Good intent does not solve that. As Korosec noted in the TechCrunch discussion, intent can be worthy and still lead to misuse or a “shit show.” That is especially true when the product category has high leverage, fast deployment, and limited external visibility.

The governance question is not whether a CEO sounds sincere. It is whether the organization can be understood, audited, challenged, and constrained when incentives change.

What not to overclaim#

The TechCrunch item is based on a podcast conversation around the trial’s final days, not a full legal verdict. The jury had not decided the case at the time of publication. The source does not establish that OpenAI violated the law. It also does not establish that Musk’s side will win.

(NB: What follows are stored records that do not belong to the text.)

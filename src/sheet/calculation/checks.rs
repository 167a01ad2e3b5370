//! The checks with limit, clause, year and how the limit was confirmed.
use super::value::{Block, Cell, Column, Kind, Row, Section, Table, column};
use crate::margin::{Margin, Sense};
use crate::quantity::UnitSystem;
use crate::sheet::Report;
use crate::sheet::json::si_unit;
use crate::sheet::words::margin_value;

const MARGINS: &[Column] = &[
    column("verdict", "verdict", Kind::Words),
    column("check", "check", Kind::Name),
    column("demand", "demand", Kind::Number),
    column("limit", "limit", Kind::Number),
    column("room", "room", Kind::Number),
];
const BASES: &[Column] = &[
    column("check", "check", Kind::Name),
    column("basis", "where the limit comes from: clause, year, how confirmed", Kind::Words),
    column("note", "note", Kind::Words),
];

/// The section of the margins, the governing check first.
pub fn section(report: &Report, margins: &[Margin], system: UnitSystem) -> Section {
    if margins.is_empty() {
        let words = "Nothing to judge: the file states no obstacle and no limits, so the verdict is open.";
        return Section::new("margins", "Margins", vec![Block::words(words)]);
    }
    let mut blocks = vec![
        table("margins", "checks, the governing one first", MARGINS, margins.iter().map(|m| row(m, system)).collect()),
        table("bases", "where each limit comes from", BASES, margins.iter().map(basis).collect()),
    ];
    if !report.limit_remarks.is_empty() {
        blocks.push(Block::part("About the limits"));
        blocks.push(Block::list(&report.limit_remarks));
    }
    Section::new("margins", "Margins", blocks)
}

fn table(id: &str, caption: &str, columns: &'static [Column], rows: Vec<Row>) -> Block {
    Block::Table(Table { id: id.to_owned(), caption: caption.to_owned(), columns, rows })
}

fn row(margin: &Margin, system: UnitSystem) -> Row {
    let unit = si_unit(margin.dimension);
    let cell = |value: Option<f64>, lead: &str| match value {
        Some(value) => Cell::shown(format!("{lead}{}", margin_value(margin, value, system)), value, unit),
        None => Cell::words("-"),
    };
    let sign = match margin.sense {
        Sense::AtMost => "≤ ",
        Sense::AtLeast => "≥ ",
    };
    let plus = if margin.margin.is_some_and(|room| room > 0.0) { "+" } else { "" };
    Row {
        cells: vec![
            Cell::words(&format!("{} {}", margin.verdict.symbol(), margin.verdict.word())),
            Cell::words(&margin.label),
            cell(margin.demand, ""),
            cell(margin.limit, sign),
            cell(margin.margin, plus),
        ],
        verdict: Some(margin.verdict),
    }
}

fn basis(margin: &Margin) -> Row {
    let lead = if margin.basis.from_memory { "FROM MEMORY, UNVERIFIED: " } else { "" };
    Row::new(vec![
        Cell::words(&margin.label),
        Cell::words(&format!("{lead}{}", margin.basis.words)),
        Cell::words(margin.note.as_deref().unwrap_or("")),
    ])
}
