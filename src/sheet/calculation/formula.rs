//! Formulas of the geometry's steps, by what each step is and the steps before it.
use super::value::digits;

/// A step before: its name and its value, m.
pub struct Before<'a> {
    /// Name: `G3`.
    pub name: &'a str,
    /// What it is.
    pub what: &'a str,
    /// Value, m.
    pub value_m: f64,
}

/// Beginnings of a step's words, its formula with `#` for each step that it takes, and the beginnings of theirs.
type Rule = (&'static str, &'static str, &'static [&'static str]);

const LINE: &[&str] = &["line out at lock", "second line, which", "line from the anchor to the attachment"];
const ANCHOR: &str = "elevation of the anchor";
const START: &str = "elevation of the attachment at the start";
const ABOVE: &str = "anchor above the attachment";
const BESIDE: &str = "anchor beside the fall line";
const DISTANCE: &str = "distance from the anchor";
const BEHIND: &str = "line behind the edge";
const PAST: &str = "line past the edge";
const EDGE: &str = "elevation of the edge";
const EDGE_BESIDE: &str = "edge beside the fall line";
const TAUT: &str = "elevation of the attachment when the line comes taut";
const WHOLE: &str = "the line";

const RULES: &[Rule] = &[
    (ABOVE, "# − #", &[ANCHOR, START]),
    ("distance from the anchor to the attachment, along", "|#|", &[ABOVE]),
    ("distance from the anchor to the attachment: third", "√(#² + #²)", &[ABOVE, BESIDE]),
    ("line out at the start", "# + #", &[DISTANCE, "slack at the start"]),
    ("line out at lock", "# + #", &["line out at the start", "travel of the line until it locks"]),
    ("second line, which", "# + #", &[DISTANCE, "slack of the second line"]),
    (BEHIND, "√((# − #)² + (# − #)²)", &[ANCHOR, EDGE, BESIDE, EDGE_BESIDE]),
    (BEHIND, "√((# − #)² + #²)", &[ANCHOR, EDGE, EDGE_BESIDE]),
    (PAST, "# − #", &[WHOLE, BEHIND]),
    ("depth below the anchor when taut: the length", "#", &[WHOLE]),
    ("depth below the anchor when taut: second", "√(#² − #²)", &[WHOLE, BESIDE]),
    ("depth below the edge when taut: the line", "#", &[PAST]),
    ("depth below the edge when taut: second", "√(#² − #²)", &[PAST, EDGE_BESIDE]),
    (TAUT, "# − #", &[EDGE, "depth below the edge"]),
    (TAUT, "# − #", &[ANCHOR, "depth below the anchor"]),
    ("free fall: from the start down", "# − #", &[START, TAUT]),
    ("free fall: until the line is taut, and the slide", "# + #", &["free fall: from", "slide of the grab"]),
    (
        "free fall: until the grab takes the load, and its slide",
        "# + #",
        &["free fall until the grab takes the load", "slide of the grab"],
    ),
    ("free fall: the line's own, and that deflection", "# + #", &["free fall", "deflection of the lifeline"]),
];

/// The formula of a step and the same with numbers put in; empty where its words say it all.
pub fn formula(what: &str, before: &[Before<'_>]) -> [String; 2] {
    let found = RULES.iter().filter(|rule| what.starts_with(rule.0)).find_map(|rule| {
        let steps: Option<Vec<&Before<'_>>> = rule.2.iter().map(|start| step(start, before)).collect();
        steps.map(|steps| (rule.1, steps))
    });
    let Some((pattern, steps)) = found else { return [String::new(), String::new()] };
    let put = |show: &dyn Fn(&Before<'_>) -> String| {
        let mut parts = pattern.split('#');
        let first = parts.next().unwrap_or("").to_owned();
        parts.zip(&steps).fold(first, |text, (part, step)| format!("{text}{}{part}", show(step)))
    };
    let number = |step: &Before<'_>| {
        if step.value_m < 0.0 { format!("({})", digits(step.value_m)) } else { digits(step.value_m) }
    };
    [put(&|step| step.name.to_owned()), put(&number)]
}

/// The last step whose words start so; the line in whichever words it is worked out.
fn step<'b>(start: &str, before: &'b [Before<'b>]) -> Option<&'b Before<'b>> {
    let starts = |step: &&Before<'_>| {
        if start == WHOLE { LINE.iter().any(|line| step.what.starts_with(line)) } else { step.what.starts_with(start) }
    };
    before.iter().rfind(starts)
}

It does show that credibility became central in the final courtroom phase. It also shows that both sides carry trust baggage.

Readers should avoid three shortcuts.

First, do not treat indirect financial exposure as automatically equivalent to direct equity. The distinction may matter legally and factually.

Second, do not treat technical correctness as the same thing as public clarity. A statement can be structured in a way that gives sophisticated actors one meaning and ordinary listeners another.

Third, do not reduce AI governance to whether one famous executive is likable or evasive. That framing is emotionally satisfying and operationally weak.

The useful question is what a company can prove when its public claims are challenged.

What to watch next#

The immediate next step is the jury’s decision. That will determine the legal outcome of this phase, not the broader trust debate.

For readers tracking AI companies, the more durable checklist is practical:

  • Does the company disclose conflicts and financial interests clearly enough for non-specialists?
  • Are governance promises backed by documents, board authority, and enforceable process?
  • Are safety and capability claims independently testable?
  • Does the company correct misleading public statements quickly and plainly?
  • Are major changes in structure explained before they become courtroom exhibits?

The Musk-OpenAI trial may end with a verdict. The trust problem will not.

AI labs are asking users, governments, and markets to accept systems that are still opaque in important ways. That makes credibility valuable. It also makes credibility insufficient.

Trust is not a substitute for disclosure. It is what people reach for when disclosure is missing.